The extent to which these objects clearly separate the FACT/what from the MEANS/how (AKA interface from implementation, in some OOP approaches) is the extent to which we can replace a flawed component with a correct one, or replace a working component with another that is optimized differently (speed-vs-memory tradeoffs, etc.)
The extent to which these imaginary machines offer more general services, rather than special-cased ones, is the extent to which they are likely to be reusable in solving future problems.
Boris, I must respond to two points, complex addition and black-box testing.
First, a single test cannot possibly suffice to demonstrate the correctness of a method intended to add complex numbers. For example (with apologies for the formatting; apparently WordPress kills leading whitespace):
public class Complex {
public final int real;
public final int imag;
public Complex (int r, int i) {
real = r;
imag = i;
}
public Complex add(Complex c) {
return new Complex(this.real + c.real, 0);
}
}
This implementation is broken, yet it can survive an enormous number of tests (those which use only pure-real values, as well as those which add complex conjugates). A subtler form of breakage is illustrated by:
public Complex add(Complex c) {
short r = (short)(this.real + c.real);
short i = (short)(this.imag + c.imag);
return new Complex(r, i);
}
which works nicely for small enough values, but breaks as soon as sufficiently-large values are introduced.

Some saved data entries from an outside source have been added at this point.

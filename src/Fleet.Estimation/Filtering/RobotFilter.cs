using System.Numerics;
using System.Runtime.CompilerServices;
using Fleet.Estimation.Anchors;
using Fleet.Estimation.Bias;
using Fleet.Estimation.Geometry;
using Fleet.Estimation.Measurements;

namespace Fleet.Estimation.Filtering;
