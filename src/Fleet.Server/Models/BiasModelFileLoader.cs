using Fleet.Data.BiasModels;
using Fleet.Estimation.Bias;
using Fleet.Grains.Models;

namespace Fleet.Server.Models;

/// <summary>Reads uploaded bias models in the Fleet bias-model file format (<see cref="BiasModelFile"/>).</summary>
internal sealed class BiasModelFileLoader : IBiasModelLoader
{
    public ITdoaBiasModel Load(ReadOnlyMemory<byte> model)
    {
        try
        {
            return BiasModelFile.Parse(model.Span, "uploaded model").Model;
        }
        catch (BiasModelFileException e)
        {
            throw new InvalidDataException(e.Message, e);
        }
    }

    /// <summary>Bias networks own scratch buffers: each robot gets a clone sharing the weights.</summary>
    public ITdoaBiasModel CreateInstance(ITdoaBiasModel loaded) => loaded is BiasNetwork network ? network.Clone() : loaded;
}
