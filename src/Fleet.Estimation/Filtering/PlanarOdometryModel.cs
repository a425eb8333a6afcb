namespace Fleet.Estimation.Filtering;

/// <summary>
/// Planar odometry-driven process model for a ground robot. State (x, y, z, yaw) of the robot reference point in
/// the site frame (m, rad). Inputs: forward speed v (m/s) and yaw rate w (rad/s), held constant over the step
/// (zero-order hold). The unicycle step uses the mid-interval heading:
/// x′ = x + v·dt·cos(yaw + w·dt/2), y′ = y + v·dt·sin(yaw + w·dt/2), z′ = z, yaw′ = yaw + w·dt.
/// </summary>
public static class PlanarOdometryModel
{
    public const int StateDimension = 4;

    /// <summary>Noise densities for one step. Along/lateral/vertical in m²/s, yaw rate in rad²/s.</summary>
    public readonly record struct NoiseDensities(double AlongTrack, double Lateral, double YawRate, double Vertical);

    /// <summary>One unicycle step; <paramref name="next"/> may alias <paramref name="state"/>. Yaw is wrapped to (−π, π].</summary>
    public static void Step(ReadOnlySpan<double> state, double v, double w, double dt, Span<double> next)
    {
        var mid = state[3] + (0.5 * w * dt);
        var x = state[0] + (v * dt * Math.Cos(mid));
        var y = state[1] + (v * dt * Math.Sin(mid));
        var z = state[2];
        var yaw = WrapAngle(state[3] + (w * dt));
        next[0] = x;
        next[1] = y;
        next[2] = z;
        next[3] = yaw;
    }

    /// <summary>Jacobian ∂Step/∂state (4×4 row-major).</summary>
    public static void Transition(ReadOnlySpan<double> state, double v, double w, double dt, Span<double> f)
    {
        f[..16].Clear();
        f[0] = 1;
        f[5] = 1;
        f[10] = 1;
        f[15] = 1;
        var mid = state[3] + (0.5 * w * dt);
        f[3] = -v * dt * Math.Sin(mid);
        f[7] = v * dt * Math.Cos(mid);
    }

    /// <summary>
    /// Process noise Q (4×4 row-major) for a step of <paramref name="dt"/> s. Velocity errors along and across the
    /// heading integrate to position as white noise (variance density × dt); yaw-rate noise integrates to yaw
    /// (c·dt) and, through the heading, to lateral position (c·v²·dt³/3, cross term c·v·dt²/2), the same structure
    /// as a continuous white-noise-acceleration model.
    /// </summary>
    public static void ProcessNoise(double yaw, double v, double w, double dt, in NoiseDensities noise, Span<double> q)
    {
        q[..16].Clear();
        var mid = yaw + (0.5 * w * dt);
        double c = Math.Cos(mid), s = Math.Sin(mid);
        var along = noise.AlongTrack * dt;
        var lateral = (noise.Lateral * dt) + (noise.YawRate * v * v * dt * dt * dt / 3.0);
        var crossYaw = noise.YawRate * v * dt * dt / 2.0;

        // along-track direction u = (c, s), lateral n = (−s, c)
        q[0] = (along * c * c) + (lateral * s * s);
        q[1] = (along * c * s) - (lateral * c * s);
        q[4] = q[1];
        q[5] = (along * s * s) + (lateral * c * c);
        q[10] = noise.Vertical * dt;
        q[15] = noise.YawRate * dt;
        q[3] = -s * crossYaw;
        q[12] = q[3];
        q[7] = c * crossYaw;
        q[13] = q[7];
    }

    /// <summary>Wraps an angle to (−π, π]; non-finite input is returned unchanged.</summary>
    public static double WrapAngle(double angle)
    {
        if (angle > -Math.PI && angle <= Math.PI)
        {
            return angle;
        }

        if (!double.IsFinite(angle))
        {
            return angle;
        }

        var wrapped = Math.IEEERemainder(angle, 2.0 * Math.PI);
        return wrapped <= -Math.PI ? wrapped + (2.0 * Math.PI) : wrapped;
    }
}
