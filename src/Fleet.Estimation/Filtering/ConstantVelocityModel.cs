using System.Runtime.CompilerServices;
namespace Fleet.Estimation.Filtering;

/// <summary>
/// 3-D constant-velocity process model, state (x, y, z, vx, vy, vz) in the site frame (m, m/s).
/// Continuous white-noise acceleration with power spectral density q (m²/s³) per axis gives, per axis,
/// Q = q·[[dt³/3, dt²/2], [dt²/2, dt]] (Bar-Shalom, Li &amp; Kirubarajan 2001, §6.2; from memory).
/// </summary>
public static class ConstantVelocityModel
{
    public const int StateDimension = 6;

    /// <summary>Transition matrix F (6×6 row-major) for a step of <paramref name="dt"/> seconds.</summary>
    public static void Transition(double dt, Span<double> f)
    {
        f[..36].Clear();
        for (var i = 0; i < 6; i++)
        {
            f[(i * 6) + i] = 1.0;
        }

        for (var i = 0; i < 3; i++)
        {
            f[(i * 6) + i + 3] = dt;
        }
    }

    /// <summary>
    /// Process noise Q (6×6 row-major) for a step of <paramref name="dt"/> seconds; <paramref name="qHorizontal"/> applies
    /// to x and y, <paramref name="qVertical"/> to z (both m²/s³).
    /// </summary>
    public static void ProcessNoise(double dt, double qHorizontal, double qVertical, Span<double> q)
    {
        q[..36].Clear();
        var dt2 = dt * dt;
        var dt3 = dt2 * dt;
        for (var i = 0; i < 3; i++)
        {
            var qi = i < 2 ? qHorizontal : qVertical;
            q[(i * 6) + i] = qi * dt3 / 3.0;
            q[(i * 6) + i + 3] = qi * dt2 / 2.0;
            q[((i + 3) * 6) + i] = qi * dt2 / 2.0;
            q[((i + 3) * 6) + i + 3] = qi * dt;
        }
    }

    /// <summary>
    /// x ← F·x and P ← F·P·Fᵀ + Q in place for a step of <paramref name="dt"/> s, exploiting F = [[I, dt·I], [0, I]]
    /// (3×3 blocks): with P = [[A, B], [Bᵀ, C]], A ← A + dt·(B + Bᵀ) + dt²·C + Q₁₁, B ← B + dt·C + Q₁₂, C ← C + Q₂₂.
    /// O(n²) instead of the dense O(n³); the result is exactly symmetric. Same Q as <see cref="ProcessNoise"/>.
    /// </summary>
    [MethodImpl(MethodImplOptions.AggressiveOptimization)]
    public static void PredictInPlace(Span<double> x, Span<double> p, double dt, double qHorizontal, double qVertical)
    {
        const int n = StateDimension;
        x[0] += dt * x[3];
        x[1] += dt * x[4];
        x[2] += dt * x[5];
        var dt2 = dt * dt;
        var q11h = qHorizontal * dt2 * dt / 3.0;
        var q12h = qHorizontal * dt2 / 2.0;
        var q22h = qHorizontal * dt;
        var q11v = qVertical * dt2 * dt / 3.0;
        var q12v = qVertical * dt2 / 2.0;
        var q22v = qVertical * dt;
        // A from the prior B and C.
        for (var i = 0; i < 3; i++)
        {
            for (var j = i; j < 3; j++)
            {
                var v = p[(i * n) + j] + (dt * (p[(i * n) + j + 3] + p[(j * n) + i + 3])) + (dt2 * p[((i + 3) * n) + j + 3]);
                if (i == j)
                {
                    v += i < 2 ? q11h : q11v;
                }

                p[(i * n) + j] = v;
                p[(j * n) + i] = v;
            }
        }

        // B from the prior B and C; its mirror is the lower-left block.
        for (var i = 0; i < 3; i++)
        {
            for (var j = 0; j < 3; j++)
            {
                var v = p[(i * n) + j + 3] + (dt * p[((i + 3) * n) + j + 3]);
                if (i == j)
                {
                    v += i < 2 ? q12h : q12v;
                }

                p[(i * n) + j + 3] = v;
                p[((j + 3) * n) + i] = v;
            }
        }

        p[(3 * n) + 3] += q22h;
        p[(4 * n) + 4] += q22h;
        p[(5 * n) + 5] += q22v;
    }
}
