/// <summary>
/// Per-silo, per-anchor statistics and health flags. Robot grains push their tallies at most once a second (one short
/// lock per site). Time is the site clock (the newest sample time any robot reported), so detection times are in data
/// seconds whatever the ingest speed. Statistics cover two consecutive windows of <see cref="WindowSeconds"/>, i.e.
/// the last 10–20 s.
/// <list type="bullet">
/// <item>SILENT: no measurement for <see cref="SilentAfterSeconds"/> while the site's robots measured others.</item>
/// <item>DISPLACED: the mean clipped s² of at least <see cref="MinSamples"/> measurements exceeds both the χ²(n)/n
/// quantile at 1 − <see cref="FalseAlarmProbability"/> (what n squared standard-normal scores reach by chance) and
/// <see cref="DisplacedRelativeLimit"/> × the site's median anchor, and the outliers are not mostly long. The relative
/// limit carries the test: real residuals are not exactly normal (ranging bias, multipath), so every anchor of a site
/// sits above 1 by a similar amount and only the odd one out is flagged.</item>
/// <item>NLOS_PRONE: more than <see cref="NlosMinOutlierFraction"/> (and <see cref="RelativeLimit"/> × the site's
/// median) of its measurements are outliers, at least <see cref="NlosMinLongShare"/> of them long (blocked paths
/// only ever add length), with the Wilson lower bound at the same false-alarm probability above the site median.</item>
/// </list>
/// A fault is therefore flagged within <see cref="DetectionBoundSeconds"/> of site time once robots measure the anchor.
/// </summary>
public sealed class AnchorHealthTracker
{
    public const double WindowSeconds = 10;
    public const double SilentAfterSeconds = 10;
    public const int MinSamples = 100;
    public const double FalseAlarmProbability = 0.001;
    public const double RelativeLimit = 3;

    /// <summary>
    /// Calibrated on the simulated Harbor Point DC sites: a 0.5 m move of one anchor raised its mean clipped s² to
    /// about 2.1× the site median, while healthy anchors stayed within 1.2× (see AnchorHealthTests).
    /// </summary>
    public const double DisplacedRelativeLimit = 1.75;
    public const double NlosMinOutlierFraction = 0.1;
    public const double NlosMinLongShare = 0.75;

    /// <summary>|s| beyond which a measurement counts as an outlier: the two-sided 0.1 % normal quantile, 3.29.</summary>
    public static readonly double OutlierScore = Normal.InvCDF(0, 1, 1 - (FalseAlarmProbability / 2));

    /// <summary>Clip of s² (10 σ).</summary>
    public const double ScoreClip = 100;

    /// <summary>Worst case from a fault's start to its flag: a full two-window span plus a one-second push.</summary>
    public const double DetectionBoundSeconds = (2 * WindowSeconds) + 1;

    private static readonly double WilsonZ = Normal.InvCDF(0, 1, 1 - FalseAlarmProbability);

    private readonly ConcurrentDictionary<string, SiteStats> _sites = new(StringComparer.Ordinal);
    private readonly TimeProvider _time;

    public AnchorHealthTracker(FleetInstruments instruments, TimeProvider time)
    {
        _time = time;
        instruments.ObserveAnchors(Observe);
        instruments.ObserveAnchorFlags(ObserveFlags);
    }

    /// <summary>
    /// Adds one robot's tallies, indexed like <paramref name="anchorIds"/>, covering samples up to
    /// <paramref name="siteTime"/> (s, site clock). Every listed anchor becomes known to the site, heard or not.
    /// </summary>
    public void Record(string siteId, IReadOnlyList<string> anchorIds, ReadOnlySpan<AnchorTally> tallies, double siteTime)
    {
        var site = _sites.GetOrAdd(siteId, static _ => new SiteStats());
        var now = _time.GetUtcNow();
        lock (site)
        {
            if (double.IsFinite(siteTime) && (double.IsNaN(site.Clock) || siteTime > site.Clock))
            {
                // A single wild timestamp must not age every anchor at once: the clock moves at most a window per push.
                site.Clock = double.IsNaN(site.Clock) ? siteTime : Math.Min(siteTime, site.Clock + WindowSeconds);
            }

            if (double.IsNaN(site.Clock))
            {
                return;
            }

            for (var i = 0; i < anchorIds.Count; i++)
            {
                if (!site.Anchors.TryGetValue(anchorIds[i], out var stats))
                {
                    stats = new AnchorStats(site.Clock);
                    site.Anchors.Add(anchorIds[i], stats);
                }

                if (tallies[i].Total > 0)
                {
                    stats.Add(site.Clock, tallies[i], now);
                }
            }
        }
    }

    /// <summary>Readings for <paramref name="anchorIds"/> in that order (anchors never heard read zero).</summary>
    public List<AnchorHealthReading> Read(string siteId, IReadOnlyList<string> anchorIds)
    {
        var readings = new List<AnchorHealthReading>(anchorIds.Count);
        _sites.TryGetValue(siteId, out var site);
        if (site is null)
        {
            readings.AddRange(anchorIds.Select(id => new AnchorHealthReading(id, 0, 0, 0, null, [])));
            return readings;
        }

        lock (site)
        {
            var evaluation = Evaluate(site);
            foreach (var id in anchorIds)
            {
                readings.Add(evaluation.TryGetValue(id, out var reading) ? reading : new AnchorHealthReading(id, 0, 0, 0, null, []));
            }
        }

        return readings;
    }

    private static Dictionary<string, AnchorHealthReading> Evaluate(SiteStats site)
    {
        var sums = new Dictionary<string, Sums>(site.Anchors.Count, StringComparer.Ordinal);
        foreach (var (id, stats) in site.Anchors)
        {
            sums[id] = stats.Sum(site.Clock);
        }

        var scored = sums.Values.Where(s => s.ScoreCount >= MinSamples).ToList();
        var medianScore = Median(scored.Select(s => s.MeanScoreSquare));
        var medianOutliers = Median(scored.Select(s => s.OutlierFraction));

        var result = new Dictionary<string, AnchorHealthReading>(sums.Count, StringComparer.Ordinal);
        foreach (var (id, stats) in site.Anchors)
        {
            var s = sums[id];
            var findings = new List<AnchorFinding>();
            var quiet = site.Clock - (double.IsNaN(stats.LastHeardSiteTime) ? stats.KnownSince : Math.Max(stats.LastHeardSiteTime, stats.KnownSince));
            if (quiet >= SilentAfterSeconds)
            {
                findings.Add(new AnchorFinding(AnchorFlag.Silent, Invariant(
                    $"no measurement for {quiet:F0} s of site time while the site's robots measured other anchors (limit {SilentAfterSeconds:F0} s)")));
            }
            else if (s.ScoreCount >= MinSamples)
            {
                var outliers = s.LongOutliers + s.ShortOutliers;
                var longShare = outliers > 0 ? (double)s.LongOutliers / outliers : 0;
                var fraction = s.OutlierFraction;
                var wilsonLow = WilsonLowerBound(outliers, s.ScoreCount, WilsonZ);
                var nlosLimit = Math.Max(NlosMinOutlierFraction, RelativeLimit * medianOutliers);
                var chance = ChiSquared.InvCDF(s.ScoreCount, 1 - FalseAlarmProbability) / s.ScoreCount;
                var displacedLimit = Math.Max(chance, DisplacedRelativeLimit * Math.Max(1, medianScore));
                if (fraction > nlosLimit && longShare >= NlosMinLongShare && wilsonLow > medianOutliers)
                {
                    findings.Add(new AnchorFinding(AnchorFlag.NlosProne, Invariant(
                        $"{fraction:P0} of {s.ScoreCount} measurements are outliers beyond {OutlierScore:F2} sigma, {longShare:P0} of them long (limit {nlosLimit:P0}; site median {medianOutliers:P0})")));
                }
                else if (s.MeanScoreSquare > displacedLimit && longShare < NlosMinLongShare)
                {
                    findings.Add(new AnchorFinding(AnchorFlag.Displaced, Invariant(
                        $"mean squared standardised residual {s.MeanScoreSquare:F1} over {s.ScoreCount} measurements (limit {displacedLimit:F1}; site median {medianScore:F1}); outliers {longShare:P0} long, {1 - longShare:P0} short: the anchor moved or its map entry no longer fits")));
                }
            }

            var span = Math.Max(1.0, site.Clock - s.Start);
            var total = s.Used + s.Rejected;
            result[id] = new AnchorHealthReading(id, total / span, s.NisCount > 0 ? s.NisSum / s.NisCount : 0, total > 0 ? (double)s.Rejected / total : 0,
                stats.LastHeardWall, findings);
        }

        return result;
    }

    private static double WilsonLowerBound(long successes, long n, double z)
    {
        if (n == 0)
        {
            return 0;
        }

        var p = (double)successes / n;
        var z2 = z * z;
        return ((p + (z2 / (2 * n))) - (z * Math.Sqrt(((p * (1 - p)) + (z2 / (4 * n))) / n))) / (1 + (z2 / n));
    }

    private static double Median(IEnumerable<double> values)
    {
        var sorted = values.Order().ToArray();
        return sorted.Length == 0 ? 0 : sorted.Length % 2 == 1 ? sorted[sorted.Length / 2] : 0.5 * (sorted[(sorted.Length / 2) - 1] + sorted[sorted.Length / 2]);
    }

    private static string Invariant(FormattableString text) => text.ToString(CultureInfo.InvariantCulture);

    private IEnumerable<Measurement<long>> Observe()
    {
        var list = new List<Measurement<long>>();
        foreach (var (siteId, site) in _sites)
        {
            lock (site)
            {
                foreach (var (anchorId, stats) in site.Anchors)
                {
                    list.Add(new Measurement<long>(stats.TotalUsed,
                        new(FleetInstrumentNames.Site, siteId), new(FleetInstrumentNames.Anchor, anchorId), new(FleetInstrumentNames.Outcome, "used")));
                    list.Add(new Measurement<long>(stats.TotalRejected,
                        new(FleetInstrumentNames.Site, siteId), new(FleetInstrumentNames.Anchor, anchorId), new(FleetInstrumentNames.Outcome, "rejected")));
                }
            }
        }

        return list;
    }

    private IEnumerable<Measurement<int>> ObserveFlags()
    {
        var list = new List<Measurement<int>>();
        foreach (var (siteId, site) in _sites)
        {
            lock (site)
            {
                foreach (var (anchorId, reading) in Evaluate(site))
                {
                    foreach (var finding in reading.Findings)
                    {
                        list.Add(new Measurement<int>(1, new(FleetInstrumentNames.Site, siteId), new(FleetInstrumentNames.Anchor, anchorId),
                            new(FleetInstrumentNames.AnchorFlag, FlagName(finding.Flag))));
                    }
                }
            }
        }

        return list;
    }

    public static string FlagName(AnchorFlag flag) => flag switch
    {
        AnchorFlag.Silent => "silent",
        AnchorFlag.Displaced => "displaced",
        AnchorFlag.NlosProne => "nlos_prone",
        _ => "unknown",
    };

    private sealed class SiteStats
    {
        public Dictionary<string, AnchorStats> Anchors { get; } = new(StringComparer.Ordinal);

        /// <summary>Newest sample time reported for the site (s, site clock); NaN before the first report.</summary>
        public double Clock { get; set; } = double.NaN;
    }

    private readonly record struct Sums(double Start, long Used, long Rejected, double NisSum, long NisCount, double ScoreSquareSum, long ScoreCount, long LongOutliers, long ShortOutliers)
    {
        public double MeanScoreSquare => ScoreCount > 0 ? ScoreSquareSum / ScoreCount : 0;

        public double OutlierFraction => ScoreCount > 0 ? (double)(LongOutliers + ShortOutliers) / ScoreCount : 0;
    }

    private sealed class AnchorStats(double knownSince)
    {
        private Window _current = new(knownSince);
        private Window? _previous;

        public double KnownSince { get; } = knownSince;

        public double LastHeardSiteTime { get; private set; } = double.NaN;

        public DateTimeOffset? LastHeardWall { get; private set; }

        public long TotalUsed { get; private set; }

        public long TotalRejected { get; private set; }

        public void Add(double clock, in AnchorTally tally, DateTimeOffset now)
        {
            Roll(clock);
            _current.Add(tally);
            TotalUsed += tally.Used;
            TotalRejected += tally.Rejected;
            LastHeardSiteTime = clock;
            LastHeardWall = now;
        }

        public Sums Sum(double clock)
        {
            Roll(clock);
            var p = _previous ?? new Window(_current.Start);
            var c = _current;
            return new Sums(_previous?.Start ?? c.Start, c.Used + p.Used, c.Rejected + p.Rejected, c.NisSum + p.NisSum, c.NisCount + p.NisCount,
                c.ScoreSquareSum + p.ScoreSquareSum, c.ScoreCount + p.ScoreCount, c.LongOutliers + p.LongOutliers, c.ShortOutliers + p.ShortOutliers);
        }

        private void Roll(double clock)
        {
            var age = clock - _current.Start;
            if (!(age >= WindowSeconds))
            {
                return;
            }

            // One full window old: it becomes the previous one; older than two windows: both are stale.
            _previous = age < 2 * WindowSeconds ? _current : null;
            _current = new Window(_previous is null ? clock : _current.Start + WindowSeconds);
        }
    }

    private sealed class Window(double start)
    {
        public double Start { get; } = start;

        public long Used { get; private set; }

        public long Rejected { get; private set; }

        public double NisSum { get; private set; }

        public long NisCount { get; private set; }

        public double ScoreSquareSum { get; private set; }

        public long ScoreCount { get; private set; }

        public long LongOutliers { get; private set; }

        public long ShortOutliers { get; private set; }

        public void Add(in AnchorTally t)
        {
            Used += t.Used;
            Rejected += t.Rejected;
            NisSum += t.NisSum;
            NisCount += t.NisCount;
            ScoreSquareSum += t.ScoreSquareSum;
            ScoreCount += t.ScoreCount;
            LongOutliers += t.LongOutliers;
            ShortOutliers += t.ShortOutliers;
        }
    }
}
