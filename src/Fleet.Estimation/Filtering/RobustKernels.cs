using System.Runtime.CompilerServices;

namespace Fleet.Estimation.Filtering;

/// <summary>
/// Weight and loss functions of the M-estimators used by the filter and the multilateration solver.
/// The argument <c>u</c> is the residual already divided by the tuning constant and the scale: u = r / (c·s).
/// Formulas after Z. Zhang (1997), "Parameter estimation techniques: a tutorial with application to conic fitting",
/// and P. J. Huber, <i>Robust Statistics</i> (from memory); constants give 95 % efficiency at the normal distribution.
/// </summary>
public static class RobustKernels
{
    /// <summary>Huber tuning constant for 95 % efficiency at the normal (exact root 1.3449975).</summary>
    public const double HuberConstant = 1.345;

    /// <summary>Cauchy tuning constant for 95 % efficiency at the normal (root 2.384947).</summary>
    public const double CauchyConstant = 2.385;

    /// <summary>Tukey biweight tuning constant for 95 % efficiency at the normal (root 4.68506).</summary>
    public const double TukeyConstant = 4.685;

    /// <summary>Scale factor turning a median absolute deviation into a standard deviation at the normal: 1/Φ⁻¹(0.75).</summary>
    public const double MadToSigma = 1.482602;

    /// <summary>The standard 95 %-efficiency constant of <paramref name="kernel"/>; +∞ for least squares.</summary>
    public static double StandardConstant(RobustKernel kernel) => kernel switch
    {
        RobustKernel.Huber => HuberConstant,
        RobustKernel.Cauchy => CauchyConstant,
        RobustKernel.Tukey => TukeyConstant,
        _ => double.PositiveInfinity,
    };

    /// <summary>
    /// IRLS weight w(u) = ψ(u)/u in [0, 1]. Least squares always gives 1. A NaN argument gives 0 for the robust
    /// kernels (the measurement is ignored) and 1 for least squares.
    /// </summary>
    [MethodImpl(MethodImplOptions.AggressiveInlining)]
    public static double Weight(RobustKernel kernel, double u)
    {
        switch (kernel)
        {
            case RobustKernel.LeastSquares:
                return 1.0;
            case RobustKernel.Huber:
                {
                    var a = Math.Abs(u);
                    return a <= 1.0 ? 1.0 : (a < double.PositiveInfinity ? 1.0 / a : 0.0);
                }

            case RobustKernel.Cauchy:
                {
                    var w = 1.0 / (1.0 + (u * u));
                    return double.IsNaN(w) ? 0.0 : w;
                }

            case RobustKernel.Tukey:
                {
                    var a = Math.Abs(u);
                    if (!(a < 1.0))
                    {
                        return 0.0;
                    }

                    var t = 1.0 - (u * u);
                    return t * t;
                }

            default:
                return 1.0;
        }
    }

    /// <summary>
    /// Loss ρ(u) with ρ′(u) = u·w(u) and ρ(0) = 0, in units of c² (multiply by (c·s)² for squared metres).
    /// Least squares: u²/2; Huber: u²/2 inside, |u| − ½ outside; Cauchy: ½·ln(1+u²); Tukey: (1 − (1−u²)³)/6, capped at 1/6.
    /// </summary>
    public static double Loss(RobustKernel kernel, double u)
    {
        var a = Math.Abs(u);
        switch (kernel)
        {
            case RobustKernel.Huber:
                return a <= 1.0 ? 0.5 * u * u : a - 0.5;
            case RobustKernel.Cauchy:
                return 0.5 * Math.Log(1.0 + (u * u));
            case RobustKernel.Tukey:
                {
                    if (!(a < 1.0))
                    {
                        return 1.0 / 6.0;
                    }

                    var t = 1.0 - (u * u);
                    return (1.0 - (t * t * t)) / 6.0;
                }

            default:
                return 0.5 * u * u;
        }
    }
}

I think we’d both agree that the flaws above are obvious as soon as one looks at the code (assuming one knows Java, of course ;-). I hope we’d also agree that if one takes a black-box, try-and-see-what-happens approach, it could take a while to find that a problem exists, and even more time to describe the circumstances in which the problem manifests itself.
It is important to remember that Dijkstra was writing in a time where (as one of my collegues put it) “code your brains out and then debug it until it works” was all too common an approach. I believe that reading a representative sample of his work (not just the one or two highly-publicized and controversial pieces) supports the view that Dijkstra was focusing almost entirely on the problems of correct DESIGN. I don’t believe he was oblivious to the rest of the software development process, but I believe that he was working to make demonstrably-correct design the foundation of the rest of the process.
As to black boxes, Dijkstra didn’t advocate of formal mathematical examination of completed designs. Instead, he argued forcefully (perhaps even stridently) in favor of letting the requirements of the proof drive the design decisions. From where I sit, there’s a strong connection to the contemporary practice of test-driven development. While I am aware that there are still significant differences between formal proofs and operational tests, I see a common theme of “let the obligation to verify the end product guide the way it is designed and built”.
Although some of the challenges of computing in the 60s and 70s are not at the top of our list of concerns in 2006, I freely admit that I am inspired and motivated every time I go back and re-consider the visions many of the computing pioneers articulated. In some aspects we’ve come a long way since those days, but in some others we have learned very little.